Пройдя Кань, я оказался там, где красивейшую природу потеснила безвкусица богатеев. Такая картина продолжалась до самой итальянской границы. Я решил, что лучше нарушить данную себе клятву, чем полдня кружить между виллами, и сел на трамвай. Бюро путешествий преподносят все иначе, благодаря чему эти концлагеря для отпускников по-прежнему процветают. В Ницце, на центральной улице, ко мне подошел немецкий паренек; мы немножко поболтали, и, узнав, что мне пока некуда деваться на ночь, он сказал: «Идем со мной, мы пойдем в приют, это бесплатно». Там уже стояла целая рота бездомных. Мы примкнули к группе говорящих на немецком — путешествующих студентов, политических беженцев, нищих. В темах для разговора недостатка не было: откуда пришел и куда путь держишь; адреса, где можно заночевать и поесть, где хорошо и где плохо, полиция, таможня — все очень важные для ходока и бродяги вещи. Когда мы предъявили паспорта и сдали свои пожитки, которые были сложены и заперты в чулан, нас впустили в большой зал, уставленный рядами скамеек и со сценой в дальнем конце. Там пришлось прождать еще час, мы переговаривались друг с другом, только одиночки держались совсем обособленно и сидели, глядя в пространство, — интеллигенты, стеснявшиеся, что скатились на дно жизни, великолепные трагические модели. Прислонившись к стене, стоял молодой негр в кепке, надвинутой на ухо, ему было наплевать на то, что все сидят, фигура, выражающая заносчивое упрямство. Рядом со мной сидел итальянец-рабочий с пятилетним сыном; он обращал ко мне целые тирады, но минут через пятнадцать, очевидно, заметил, что я не понимаю почти ни слова, и повернулся к соседу слева. Наконец распахнулись двери столовой; за один раз она вмещала двадцать человек, значит, нужно было ждать снова, потому что нас набралось больше двухсот. Правда, группы едоков сменяли одна другую устрашающе быстро.

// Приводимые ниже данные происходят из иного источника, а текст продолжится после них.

package main

import (
	"errors"
	"fmt"
	"io"
	"math"

	"github.com/trestle-go/trestle/materials"
	"github.com/trestle-go/trestle/springnet"
)

// governingRow is one governing number across columns (levels or models).
type governingRow struct {
	name string
	q    *quantity // nil: a plain number
	vals []*float64
	// lowerIsWorse says which way is bad, for the spread column.
	lowerIsWorse bool
}

func ptr(v float64) *float64 { return &v }

// governingRows lists the governing numbers of several reports.
func governingRows(gs []Governing, u unitSystem) []governingRow {
	k, mo := u.stiffness(), u.motion()
	rows := []governingRow{
		{name: "softest mount stiffness [" + k.unit + "]", q: &k, lowerIsWorse: true},
		{name: "first natural frequency [Hz]", lowerIsWorse: true},
		{name: "highest utilisation [%]"},
		{name: "whole-stand buckling factor", lowerIsWorse: true},
		{name: "lowest member Euler margin", lowerIsWorse: true},
		{name: "largest displacement [" + mo.unit + "]", q: &mo},
		{name: "tipping margin", lowerIsWorse: true},
	}
	for _, g := range gs {
		var soft *float64
		if g.SoftestMount != "" {
			soft = ptr(g.SoftestStiffnessNPerM)
		}
		rows[0].vals = append(rows[0].vals, soft)
		rows[1].vals = append(rows[1].vals, g.FirstFrequencyHz)
		rows[2].vals = append(rows[2].vals, ptr(100*g.MaxUtilisation))
		rows[3].vals = append(rows[3].vals, g.BucklingFactor)
		rows[4].vals = append(rows[4].vals, g.EulerMargin)
		rows[5].vals = append(rows[5].vals, ptr(g.MaxDisplacementM))
		rows[6].vals = append(rows[6].vals, g.TippingFactor)
	}
	return rows
}

func (r governingRow) cell(i int) string {
	v := r.vals[i]
	if v == nil {
		return "—"
	}
	if r.q != nil {
		return r.q.f(*v)
	}
	return num(*v)
}

func runRanges(e env) error {
	fl := newFlags("ranges", "trestle ranges [flags] FILE",
		`Analyses the stand in FILE three times, with every material and spring at
the low, nominal and high end of its range (Young's modulus, shear
modulus, spring and foot spreads), and shows the spread of the governing
numbers: mount stiffness, first natural frequency, utilisation, buckling
factor, displacement. Design to the worse end.`,
		"trestle ranges stand.toml\ntrestle ranges --json demo", e)
	var of outputFlags
	of.add(fl)
	pos, u, err := fl.parseReport(e.args, 1, 1, &of)
	if err != nil {
		return handled(err)
	}
	m, name, dyn, err := loadModel(pos[0], e.stdin)
	if err != nil {
		return err
	}
	rep, err := ranges(m, name, dyn)
	if err != nil {
		return err
	}
	if of.json {
		return writeJSON(e.stdout, rep)
	}
	writeRanges(e.stdout, *rep, u)
	return nil
}

// ranges sweeps m over the material levels with one reused Solver
// (springnet.Sweep: the symbolic analysis of K is done once, each level
// only refactorises) and builds the report: per level the governing
// numbers, with the names of the governing mount, member, node and case
// taken from the level's static results, and the mount stiffness.
func ranges(m *springnet.Model, name string, dyn dynamics) (*RangesReport, error) {
	rep := &RangesReport{Schema: schemaRanges, Model: name, Warnings: []string{}, Cautions: cautions,
		Pending: append([]string(nil), pendingAnalyses...)}
	count := dyn.count
	if count == 0 {
		count = springnet.DefaultModeCount
	}
	var s springnet.Solver
	// Buckling is run here per case rather than by Sweep, which gives
	// the lowest factor but not the case that has it.
	st := &springnet.SweepSettings{Places: mountPlaces(m), Modes: count}
	res, err := s.Sweep(m, st)
	// Sweep fails as a whole where the full analysis only warns: at a
	// place with no stiffness (held rigidly, or offset from a pinned
	// node) or when there are no natural modes (no mass). Find the part
	// that failed, drop it with a warning and sweep again; each retry
	// drops a place or the modes, so this ends.
	var cond *springnet.ConditionError
	var tip *springnet.TippingError
	for err != nil && !(errors.As(err, &cond) && res != nil) && !(errors.As(err, &tip) && res != nil) {
		if i, perr := placeWithoutStiffness(&s, m, st.Places); i >= 0 {
			rep.Warnings = append(rep.Warnings, fmt.Sprintf("no stiffness at %s: %v", placeName(m, st.Places[i]), perr))
			st.Places = append(st.Places[:i:i], st.Places[i+1:]...)
		} else if st.Modes > 0 {
			if _, merr := springnet.Modes(m, &springnet.ModeSettings{Count: st.Modes}); merr == nil {
				return nil, explain(name, err)
			}
			rep.Warnings = append(rep.Warnings, "no natural frequencies: "+err.Error())
			st.Modes = 0
		} else {
			return nil, explain(name, err)
		}
		res, err = s.Sweep(m, st)
	}
	switch {
	case errors.As(err, &tip):
		// Each level's governing numbers name the cases that tip.
		rep.Warnings = append(rep.Warnings, tippedWarnings(res)...)
	case err != nil:
		rep.Warnings = append(rep.Warnings, "suspect solve: "+err.Error())
	}
	for li, l := range materials.Levels {
		lr := LevelReport{Level: l.String(), Mounts: []MountStiffness{}}
		part := &AnalysisReport{}
		for pi, p := range st.Places {
			mr := mountReport(res.Mounts[pi].Points[li])
			mr.Name = placeName(m, p)
			lr.Mounts = append(lr.Mounts, mr)
		}
		part.Mounts = lr.Mounts
		sr := res.Static[li]
		for c := 0; c < sr.NumCases(); c++ {
			part.Cases = append(part.Cases, caseReport(m, sr.Case(springnet.CaseID(c))))
		}
		if part.Buckling, err = lowestBuckling(&s, m, sr, l); err != nil {
			rep.Warnings = append(rep.Warnings, err.Error())
		}
		lr.Governing = governing(part)
		if mr := res.ModeResults[li]; mr != nil {
			for i := 0; i < mr.NumModes(); i++ {
				if !mr.RigidBody(i) {
					f := mr.Frequency(i)
					lr.Governing.FirstFrequencyHz = &f
					break
				}
			}
		}
		rep.Levels = append(rep.Levels, lr)
	}
	return rep, nil
}

// tippedWarnings names each case under which the stand tips, with the
// material levels at which it does.
func tippedWarnings(res *springnet.SweepResult) []string {
	var w []string
	sr := res.Static[0]
	for c := 0; c < sr.NumCases(); c++ {
		var at []string
		for li, l := range materials.Levels {
			if res.Static[li].Case(springnet.CaseID(c)).Tipped() {
				at = append(at, l.String())
			}
		}
		if len(at) > 0 {
			w = append(w, fmt.Sprintf("TIPS OVER under case %q at %s material values: no stable set of feet stays in contact; "+
				"add weight, widen the base or anchor the feet", sr.Case(springnet.CaseID(c)).Name(), join(at)))
		}
	}
	return w
}

// lowestBuckling returns the lowest positive whole-stand buckling factor
// of m at level l as a one-entry report naming its case (none when no
// case has one), solving with s. A case in which nothing is in
// compression has no factor, nor has a case that tips (in sr, the static
// results at l); a case whose buckling analysis fails is
// skipped and named in the error.
func lowestBuckling(s *springnet.Solver, m *springnet.Model, sr *springnet.StaticResult, l materials.Level) ([]BucklingReport, error) {
	var out []BucklingReport
	var errs []error
	for c := 0; c < m.NumCases(); c++ {
		id := springnet.CaseID(c)
		if sr.Case(id).Tipped() {
			continue // no solution to buckle from
		}
		br, err := s.Buckling(m, id, &springnet.BucklingSettings{Modes: 1, Level: l})
		var few *springnet.FewerFactorsError
		var cond *springnet.ConditionError
		switch {
		case errors.As(err, &few) && br == nil:
			continue // nothing in compression under this case
		case errors.As(err, &cond) && br != nil:
			errs = append(errs, fmt.Errorf("suspect buckling solve at %s material values: %v", l, err))
		case err != nil && !errors.As(err, &few):
			errs = append(errs, fmt.Errorf("buckling of case %q at %s material values: %v", m.CaseName(id), l, err))
			continue
		}
		if br.NumModes() > 0 && (out == nil || br.Factor(0) < out[0].Factors[0]) {
			out = []BucklingReport{{Case: m.CaseName(id), Factors: []float64{br.Factor(0)}}}
		}
	}
	return out, errors.Join(errs...)
}

// placeWithoutStiffness returns the index of the first of places at which
// the stiffness cannot be found, and why, or −1 when every place has one
// (the failure is elsewhere). A model that cannot be solved at all is
// not blamed on a place.
func placeWithoutStiffness(s *springnet.Solver, m *springnet.Model, places []springnet.Place) (int, error) {
	var cond *springnet.ConditionError
	for i, p := range places {
		ps, err := s.MountStiffness(m, p, nil)
		if err == nil || errors.As(err, &cond) && ps != nil {
			continue
		}
		var mech *springnet.MechanismError
		if errors.As(err, &mech) || m.Validate() != nil {
			return -1, nil
		}
		return i, err
	}
	return -1, nil
}

// spread returns (max − min)/nominal of the non-nil values, and whether
// it could be computed.
func spread(vals []*float64, nominal int) (float64, bool) {
	lo, hi := math.Inf(1), math.Inf(-1)
	for _, v := range vals {
		if v == nil {
			return 0, false
		}
		lo, hi = math.Min(lo, *v), math.Max(hi, *v)
	}
	n := vals[nominal]
	if n == nil || *n == 0 {
		return 0, false
	}
	return (hi - lo) / math.Abs(*n), true
}

func writeRanges(w io.Writer, r RangesReport, u unitSystem) {
	fmt.Fprintf(w, "trestle ranges: %s\n", r.Model)
	fmt.Fprintf(w, "Every material and spring at the low, nominal and high end of its range.\n")
	writeWarnings(w, r.Warnings)
	gs := make([]Governing, len(r.Levels))
	for i, l := range r.Levels {
		gs[i] = l.Governing
	}
	heading(w, "GOVERNING NUMBERS")
	tw := table(w)
	fmt.Fprintf(tw, "  quantity")
	for _, l := range r.Levels {
		fmt.Fprintf(tw, "\t%s", l.Level)
	}
	fmt.Fprintf(tw, "\tspread\n")
	nominal := 0
	for i, l := range r.Levels {
		if l.Level == materials.Nominal.String() {
			nominal = i
		}
	}
	for _, row := range governingRows(gs, u) {
		fmt.Fprintf(tw, "  %s", row.name)
		for i := range row.vals {
			fmt.Fprintf(tw, "\t%s", row.cell(i))
		}
		sp := "—"
		if s, ok := spread(row.vals, nominal); ok {
			sp = pct(s)
		}
		fmt.Fprintf(tw, "\t%s\n", sp)
	}
	tw.Flush()
	if len(r.Levels) > 0 && len(r.Levels[0].Mounts) > 0 {
		k := u.stiffness()
		heading(w, fmt.Sprintf("MOUNT STIFFNESS, softest direction [%s]", k.unit))
		tw = table(w)
		fmt.Fprintf(tw, "  mount")
		for _, l := range r.Levels {
			fmt.Fprintf(tw, "\t%s", l.Level)
		}
		fmt.Fprintf(tw, "\talong (nominal)\n")
		for i, mt := range r.Levels[0].Mounts {
			fmt.Fprintf(tw, "  %s", mt.Name)
			for _, l := range r.Levels {
				fmt.Fprintf(tw, "\t%s", k.f(l.Mounts[i].PrincipalNPerM[0]))
			}
			fmt.Fprintf(tw, "\t%s\n", direction(r.Levels[nominal].Mounts[i].PrincipalDirection[0]))
		}
		tw.Flush()
	}
	writePending(w, r.Pending)
	writeCautions(w)
}

func runCompare(e env) error {
	fl := newFlags("compare", "trestle compare [flags] A B",
		`Analyses two model files and shows their governing numbers side by side
with the change from A to B: mount stiffness, first natural frequency,
utilisation, buckling, displacement, tipping margin. "demo" names the
built-in demo; one of them may be "-" (standard input).`,
		"trestle compare stand.toml stand-braced.toml\ntrestle compare --units us demo mine.toml", e)
	var of outputFlags
	of.add(fl)
	level := fl.levelFlag()
	pos, err := fl.parseWant(e.args, 2, 2)
	if err != nil {
		return handled(err)
	}
	if pos[0] == "-" && pos[1] == "-" {
		return fmt.Errorf("compare: only one of A and B can be standard input")
	}
	u, err := parseUnits(of.units)
	if err != nil {
		return err
	}
	l, err := parseLevel(*level)
	if err != nil {
		return err
	}
	var reps [2]*AnalysisReport
	for i, p := range pos {
		a, err := analyseFile(p, e.stdin, l)
		if err != nil {
			return err
		}
		reps[i] = a.report
	}
	rep := CompareReport{Schema: schemaCompare, A: reps[0].Model, B: reps[1].Model,
		GoverningA: reps[0].Governing, GoverningB: reps[1].Governing,
		MountsA: reps[0].Mounts, MountsB: reps[1].Mounts, Cautions: cautions}
	if of.json {
		return writeJSON(e.stdout, rep)
	}
	writeCompare(e.stdout, rep, u)
	return nil
}

func writeCompare(w io.Writer, r CompareReport, u unitSystem) {
	fmt.Fprintf(w, "trestle compare\n  A: %s\n  B: %s\n", r.A, r.B)
	heading(w, "GOVERNING NUMBERS")
	tw := table(w)
	fmt.Fprintf(tw, "  quantity\tA\tB\tB vs A\n")
	for _, row := range governingRows([]Governing{r.GoverningA, r.GoverningB}, u) {
		ch := "—"
		if a, b := row.vals[0], row.vals[1]; a != nil && b != nil && *a != 0 {
			ch = fmt.Sprintf("%+.1f %%", 100*(*b-*a)/math.Abs(*a))
		}
		fmt.Fprintf(tw, "  %s\t%s\t%s\t%s\n", row.name, row.cell(0), row.cell(1), ch)
	}
	tw.Flush()
	k := u.stiffness()
	heading(w, fmt.Sprintf("MOUNT STIFFNESS, softest direction [%s]", k.unit))
	tw = table(w)
	fmt.Fprintf(tw, "  mount\tA\tB\tB vs A\n")
	seen := map[string]bool{}
	find := func(ms []MountStiffness, name string) *MountStiffness {
		for i := range ms {
			if ms[i].Name == name {
				return &ms[i]
			}
		}
		return nil
	}
	for _, list := range [][]MountStiffness{r.MountsA, r.MountsB} {
		for _, mt := range list {
			if seen[mt.Name] {
				continue
			}
			seen[mt.Name] = true
			a, b := find(r.MountsA, mt.Name), find(r.MountsB, mt.Name)
			ca, cb, ch := "—", "—", "—"
			if a != nil {
				ca = k.f(a.PrincipalNPerM[0])
			}
			if b != nil {
				cb = k.f(b.PrincipalNPerM[0])
			}
			if a != nil && b != nil && a.PrincipalNPerM[0] != 0 {
				ch = fmt.Sprintf("%+.1f %%", 100*(b.PrincipalNPerM[0]-a.PrincipalNPerM[0])/a.PrincipalNPerM[0])
			}
			fmt.Fprintf(tw, "  %s\t%s\t%s\t%s\n", mt.Name, ca, cb, ch)
		}
	}
	tw.Flush()
	writeCautions(w)
}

Нас встретили несколько женщин, одетых как монахини ордена бабочкоголовых. Каждый должен был взять себе из общего бака ложку и вилку, но садиться не разрешалось, покуда старшая из монашек не пробубнила скрипучим голосом свою молитву. После этого мы могли наброситься на тарелочку рисового супа с двумя ломтиками хлеба; порции супа и хлеба соперничали друг с другом в миниатюрности. Мне повезло: в моем супе плавали две морковки. Прием пищи совершался в бешеном темпе, чтобы первым делом не упустить ни крошки тепла. Уходя, мы должны были сунуть свои тарелки в окошко.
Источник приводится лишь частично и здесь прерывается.